• _What to do_: Using the records below, transcribe word for word the stretch from the line that contains "CHECK(refused.find(path) == 0);" through the line that contains "file is a file", both end lines included, and nothing else.

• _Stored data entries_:
-------------------------
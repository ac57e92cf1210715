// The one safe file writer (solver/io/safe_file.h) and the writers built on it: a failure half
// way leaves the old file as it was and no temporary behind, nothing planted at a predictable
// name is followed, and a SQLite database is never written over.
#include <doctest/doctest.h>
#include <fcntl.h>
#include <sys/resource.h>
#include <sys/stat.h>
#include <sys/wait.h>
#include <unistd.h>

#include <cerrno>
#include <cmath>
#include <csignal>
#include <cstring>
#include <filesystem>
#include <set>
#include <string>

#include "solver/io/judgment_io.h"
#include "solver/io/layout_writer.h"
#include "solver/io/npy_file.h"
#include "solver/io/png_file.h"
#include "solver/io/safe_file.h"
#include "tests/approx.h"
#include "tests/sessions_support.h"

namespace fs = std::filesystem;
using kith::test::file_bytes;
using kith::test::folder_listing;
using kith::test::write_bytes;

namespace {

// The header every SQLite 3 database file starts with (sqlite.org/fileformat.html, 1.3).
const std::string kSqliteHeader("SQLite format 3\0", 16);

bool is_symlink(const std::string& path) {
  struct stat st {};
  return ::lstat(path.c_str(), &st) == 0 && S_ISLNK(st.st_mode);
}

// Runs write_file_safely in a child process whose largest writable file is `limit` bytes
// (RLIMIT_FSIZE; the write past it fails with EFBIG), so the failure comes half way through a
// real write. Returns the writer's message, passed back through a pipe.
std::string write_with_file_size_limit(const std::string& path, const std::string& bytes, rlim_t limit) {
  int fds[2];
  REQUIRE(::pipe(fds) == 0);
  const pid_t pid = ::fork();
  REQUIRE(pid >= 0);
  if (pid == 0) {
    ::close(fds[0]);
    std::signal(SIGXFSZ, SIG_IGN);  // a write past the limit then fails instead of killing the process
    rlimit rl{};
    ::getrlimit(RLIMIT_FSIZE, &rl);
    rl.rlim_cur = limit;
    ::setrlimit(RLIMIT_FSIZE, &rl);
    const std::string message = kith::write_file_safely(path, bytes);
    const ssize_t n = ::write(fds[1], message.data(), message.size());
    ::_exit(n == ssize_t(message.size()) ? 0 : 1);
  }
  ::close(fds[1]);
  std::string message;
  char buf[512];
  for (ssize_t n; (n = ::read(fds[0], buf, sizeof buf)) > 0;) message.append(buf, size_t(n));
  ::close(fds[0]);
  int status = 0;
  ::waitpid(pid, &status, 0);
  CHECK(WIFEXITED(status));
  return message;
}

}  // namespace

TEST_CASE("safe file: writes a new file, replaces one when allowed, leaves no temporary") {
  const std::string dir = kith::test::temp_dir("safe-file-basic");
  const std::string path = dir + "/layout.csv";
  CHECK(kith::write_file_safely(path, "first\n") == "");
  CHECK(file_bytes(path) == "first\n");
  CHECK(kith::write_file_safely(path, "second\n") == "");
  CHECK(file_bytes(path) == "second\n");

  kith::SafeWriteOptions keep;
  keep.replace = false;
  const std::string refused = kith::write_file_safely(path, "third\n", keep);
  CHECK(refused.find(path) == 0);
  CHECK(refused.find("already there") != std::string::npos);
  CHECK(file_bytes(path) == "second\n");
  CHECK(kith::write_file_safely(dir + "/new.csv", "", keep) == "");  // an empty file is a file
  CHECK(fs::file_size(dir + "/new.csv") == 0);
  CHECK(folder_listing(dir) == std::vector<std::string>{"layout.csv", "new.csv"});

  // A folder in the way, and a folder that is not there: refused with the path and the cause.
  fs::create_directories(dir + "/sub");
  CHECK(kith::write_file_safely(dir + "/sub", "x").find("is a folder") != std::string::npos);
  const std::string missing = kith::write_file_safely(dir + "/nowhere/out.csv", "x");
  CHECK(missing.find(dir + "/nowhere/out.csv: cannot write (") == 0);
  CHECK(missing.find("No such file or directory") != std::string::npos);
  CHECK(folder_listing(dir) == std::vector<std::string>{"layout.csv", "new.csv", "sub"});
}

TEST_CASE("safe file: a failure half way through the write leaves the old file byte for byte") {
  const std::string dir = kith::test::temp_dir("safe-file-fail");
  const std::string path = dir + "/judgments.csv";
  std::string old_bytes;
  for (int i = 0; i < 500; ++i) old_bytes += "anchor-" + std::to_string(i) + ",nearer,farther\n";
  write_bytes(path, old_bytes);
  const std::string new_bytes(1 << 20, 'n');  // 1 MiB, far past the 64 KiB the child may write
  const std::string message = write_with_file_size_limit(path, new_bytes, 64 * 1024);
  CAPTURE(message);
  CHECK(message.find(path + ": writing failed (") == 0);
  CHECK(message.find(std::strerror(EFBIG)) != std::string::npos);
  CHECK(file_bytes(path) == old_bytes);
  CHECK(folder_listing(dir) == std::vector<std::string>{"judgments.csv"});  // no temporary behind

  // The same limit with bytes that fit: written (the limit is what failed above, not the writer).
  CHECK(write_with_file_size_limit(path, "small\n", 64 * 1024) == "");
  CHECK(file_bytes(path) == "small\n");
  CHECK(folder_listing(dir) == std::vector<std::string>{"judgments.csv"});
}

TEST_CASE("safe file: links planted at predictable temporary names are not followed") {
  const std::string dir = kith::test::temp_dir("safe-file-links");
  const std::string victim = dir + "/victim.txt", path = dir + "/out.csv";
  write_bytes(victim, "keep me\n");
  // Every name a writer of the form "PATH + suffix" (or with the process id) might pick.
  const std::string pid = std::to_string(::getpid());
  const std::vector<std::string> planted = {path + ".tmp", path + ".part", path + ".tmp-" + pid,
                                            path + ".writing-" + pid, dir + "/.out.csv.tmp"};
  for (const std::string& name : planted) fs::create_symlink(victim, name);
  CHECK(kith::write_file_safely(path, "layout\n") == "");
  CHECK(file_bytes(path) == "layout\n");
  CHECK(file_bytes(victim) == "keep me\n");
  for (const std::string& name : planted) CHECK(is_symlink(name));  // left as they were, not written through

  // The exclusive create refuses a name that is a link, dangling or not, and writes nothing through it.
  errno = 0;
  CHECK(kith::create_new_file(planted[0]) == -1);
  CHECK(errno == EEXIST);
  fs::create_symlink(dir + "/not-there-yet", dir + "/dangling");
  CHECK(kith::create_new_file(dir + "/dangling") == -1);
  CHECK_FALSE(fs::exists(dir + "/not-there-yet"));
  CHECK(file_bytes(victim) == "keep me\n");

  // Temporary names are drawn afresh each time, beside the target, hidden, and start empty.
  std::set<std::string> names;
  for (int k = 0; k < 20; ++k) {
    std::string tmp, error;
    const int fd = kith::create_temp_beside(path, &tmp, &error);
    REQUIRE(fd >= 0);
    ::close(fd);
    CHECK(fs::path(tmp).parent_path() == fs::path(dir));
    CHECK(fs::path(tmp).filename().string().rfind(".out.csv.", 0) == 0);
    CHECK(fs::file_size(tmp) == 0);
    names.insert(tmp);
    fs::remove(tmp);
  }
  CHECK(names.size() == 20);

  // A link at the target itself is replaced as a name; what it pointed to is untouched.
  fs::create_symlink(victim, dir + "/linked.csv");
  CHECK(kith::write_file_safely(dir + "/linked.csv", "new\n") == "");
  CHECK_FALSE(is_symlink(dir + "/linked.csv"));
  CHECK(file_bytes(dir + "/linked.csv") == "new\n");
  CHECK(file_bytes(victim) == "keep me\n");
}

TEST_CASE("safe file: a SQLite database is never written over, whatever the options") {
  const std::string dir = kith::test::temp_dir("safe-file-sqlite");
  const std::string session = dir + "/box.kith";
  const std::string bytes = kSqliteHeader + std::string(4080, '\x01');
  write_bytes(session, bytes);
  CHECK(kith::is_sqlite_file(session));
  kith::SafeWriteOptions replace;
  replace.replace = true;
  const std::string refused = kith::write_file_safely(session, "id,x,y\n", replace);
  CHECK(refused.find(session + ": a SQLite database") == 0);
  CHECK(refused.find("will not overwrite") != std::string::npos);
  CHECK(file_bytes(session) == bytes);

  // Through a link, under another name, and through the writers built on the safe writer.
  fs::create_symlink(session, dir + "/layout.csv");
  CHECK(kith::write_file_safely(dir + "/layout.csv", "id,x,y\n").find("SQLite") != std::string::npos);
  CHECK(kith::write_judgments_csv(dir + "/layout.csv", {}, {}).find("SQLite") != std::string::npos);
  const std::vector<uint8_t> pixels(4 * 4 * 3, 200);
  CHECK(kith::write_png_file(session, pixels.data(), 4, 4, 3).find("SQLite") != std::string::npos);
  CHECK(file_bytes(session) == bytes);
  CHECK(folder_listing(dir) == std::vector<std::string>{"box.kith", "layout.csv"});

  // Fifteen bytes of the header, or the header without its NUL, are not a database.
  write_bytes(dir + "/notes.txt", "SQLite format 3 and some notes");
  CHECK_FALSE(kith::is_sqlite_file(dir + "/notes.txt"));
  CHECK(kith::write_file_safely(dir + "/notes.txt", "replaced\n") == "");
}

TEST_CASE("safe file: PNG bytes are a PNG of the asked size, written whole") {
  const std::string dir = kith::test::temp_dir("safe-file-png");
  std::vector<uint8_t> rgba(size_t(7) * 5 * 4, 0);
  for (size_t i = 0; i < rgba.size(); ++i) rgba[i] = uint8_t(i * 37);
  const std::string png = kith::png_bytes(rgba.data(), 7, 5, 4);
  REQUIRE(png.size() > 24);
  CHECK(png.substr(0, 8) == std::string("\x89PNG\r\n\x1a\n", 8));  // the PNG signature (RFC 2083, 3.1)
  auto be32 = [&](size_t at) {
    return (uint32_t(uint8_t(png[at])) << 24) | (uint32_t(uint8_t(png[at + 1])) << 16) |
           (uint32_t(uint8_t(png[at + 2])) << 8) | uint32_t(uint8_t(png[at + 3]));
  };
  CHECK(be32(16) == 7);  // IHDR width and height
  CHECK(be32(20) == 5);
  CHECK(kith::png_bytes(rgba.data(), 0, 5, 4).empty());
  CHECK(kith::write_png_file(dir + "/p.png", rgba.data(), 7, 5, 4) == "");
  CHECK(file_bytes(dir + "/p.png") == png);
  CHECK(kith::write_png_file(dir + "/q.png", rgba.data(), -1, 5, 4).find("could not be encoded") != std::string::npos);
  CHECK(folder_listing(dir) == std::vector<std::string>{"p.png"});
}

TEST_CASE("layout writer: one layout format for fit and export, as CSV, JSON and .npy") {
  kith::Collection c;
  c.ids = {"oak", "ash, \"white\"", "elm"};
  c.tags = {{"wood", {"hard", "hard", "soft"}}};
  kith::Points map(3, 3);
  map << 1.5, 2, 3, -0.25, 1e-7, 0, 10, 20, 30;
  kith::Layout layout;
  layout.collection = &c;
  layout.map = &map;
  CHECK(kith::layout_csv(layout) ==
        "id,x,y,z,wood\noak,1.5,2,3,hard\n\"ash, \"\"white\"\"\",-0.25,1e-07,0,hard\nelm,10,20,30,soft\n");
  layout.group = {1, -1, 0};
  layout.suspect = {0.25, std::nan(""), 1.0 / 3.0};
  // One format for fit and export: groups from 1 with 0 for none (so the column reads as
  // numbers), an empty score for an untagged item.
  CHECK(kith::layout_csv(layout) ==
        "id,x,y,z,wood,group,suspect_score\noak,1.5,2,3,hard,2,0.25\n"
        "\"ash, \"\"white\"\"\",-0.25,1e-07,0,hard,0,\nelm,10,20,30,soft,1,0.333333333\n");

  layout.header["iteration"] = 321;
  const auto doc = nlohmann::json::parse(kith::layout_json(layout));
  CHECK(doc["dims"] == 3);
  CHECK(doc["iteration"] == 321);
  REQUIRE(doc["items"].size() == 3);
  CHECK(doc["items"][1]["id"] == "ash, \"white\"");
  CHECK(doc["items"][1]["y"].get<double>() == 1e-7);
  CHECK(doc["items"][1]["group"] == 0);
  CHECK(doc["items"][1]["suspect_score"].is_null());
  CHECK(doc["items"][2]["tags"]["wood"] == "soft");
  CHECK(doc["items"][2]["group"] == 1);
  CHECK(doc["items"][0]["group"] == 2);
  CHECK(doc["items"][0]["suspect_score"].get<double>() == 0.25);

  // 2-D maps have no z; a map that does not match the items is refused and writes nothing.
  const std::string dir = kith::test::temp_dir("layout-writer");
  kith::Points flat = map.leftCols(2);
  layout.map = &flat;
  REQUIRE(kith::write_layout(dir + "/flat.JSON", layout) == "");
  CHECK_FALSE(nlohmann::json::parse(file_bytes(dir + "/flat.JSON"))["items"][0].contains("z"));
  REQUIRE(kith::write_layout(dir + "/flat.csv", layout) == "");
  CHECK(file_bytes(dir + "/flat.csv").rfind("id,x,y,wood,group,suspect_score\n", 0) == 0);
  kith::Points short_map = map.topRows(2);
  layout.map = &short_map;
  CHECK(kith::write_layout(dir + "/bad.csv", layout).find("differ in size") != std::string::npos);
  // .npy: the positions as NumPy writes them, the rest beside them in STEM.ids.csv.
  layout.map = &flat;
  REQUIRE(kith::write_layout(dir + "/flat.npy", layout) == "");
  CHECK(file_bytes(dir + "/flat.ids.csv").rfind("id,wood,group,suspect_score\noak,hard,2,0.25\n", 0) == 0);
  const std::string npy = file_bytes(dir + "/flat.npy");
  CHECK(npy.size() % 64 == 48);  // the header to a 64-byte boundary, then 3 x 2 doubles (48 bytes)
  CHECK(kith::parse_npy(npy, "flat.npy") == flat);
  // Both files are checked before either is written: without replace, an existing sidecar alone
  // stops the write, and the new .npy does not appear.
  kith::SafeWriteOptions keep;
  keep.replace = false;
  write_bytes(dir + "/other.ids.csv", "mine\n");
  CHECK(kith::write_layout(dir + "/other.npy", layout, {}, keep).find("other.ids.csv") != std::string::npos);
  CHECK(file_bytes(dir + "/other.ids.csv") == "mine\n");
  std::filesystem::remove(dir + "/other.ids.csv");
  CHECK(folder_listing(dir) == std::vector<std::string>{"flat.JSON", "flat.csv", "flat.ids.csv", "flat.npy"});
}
-------------------------
• _Output for this task_:
  CHECK(refused.find(path) == 0);
  CHECK(refused.find("already there") != std::string::npos);
  CHECK(file_bytes(path) == "second\n");
  CHECK(kith::write_file_safely(dir + "/new.csv", "", keep) == "");  // an empty file is a file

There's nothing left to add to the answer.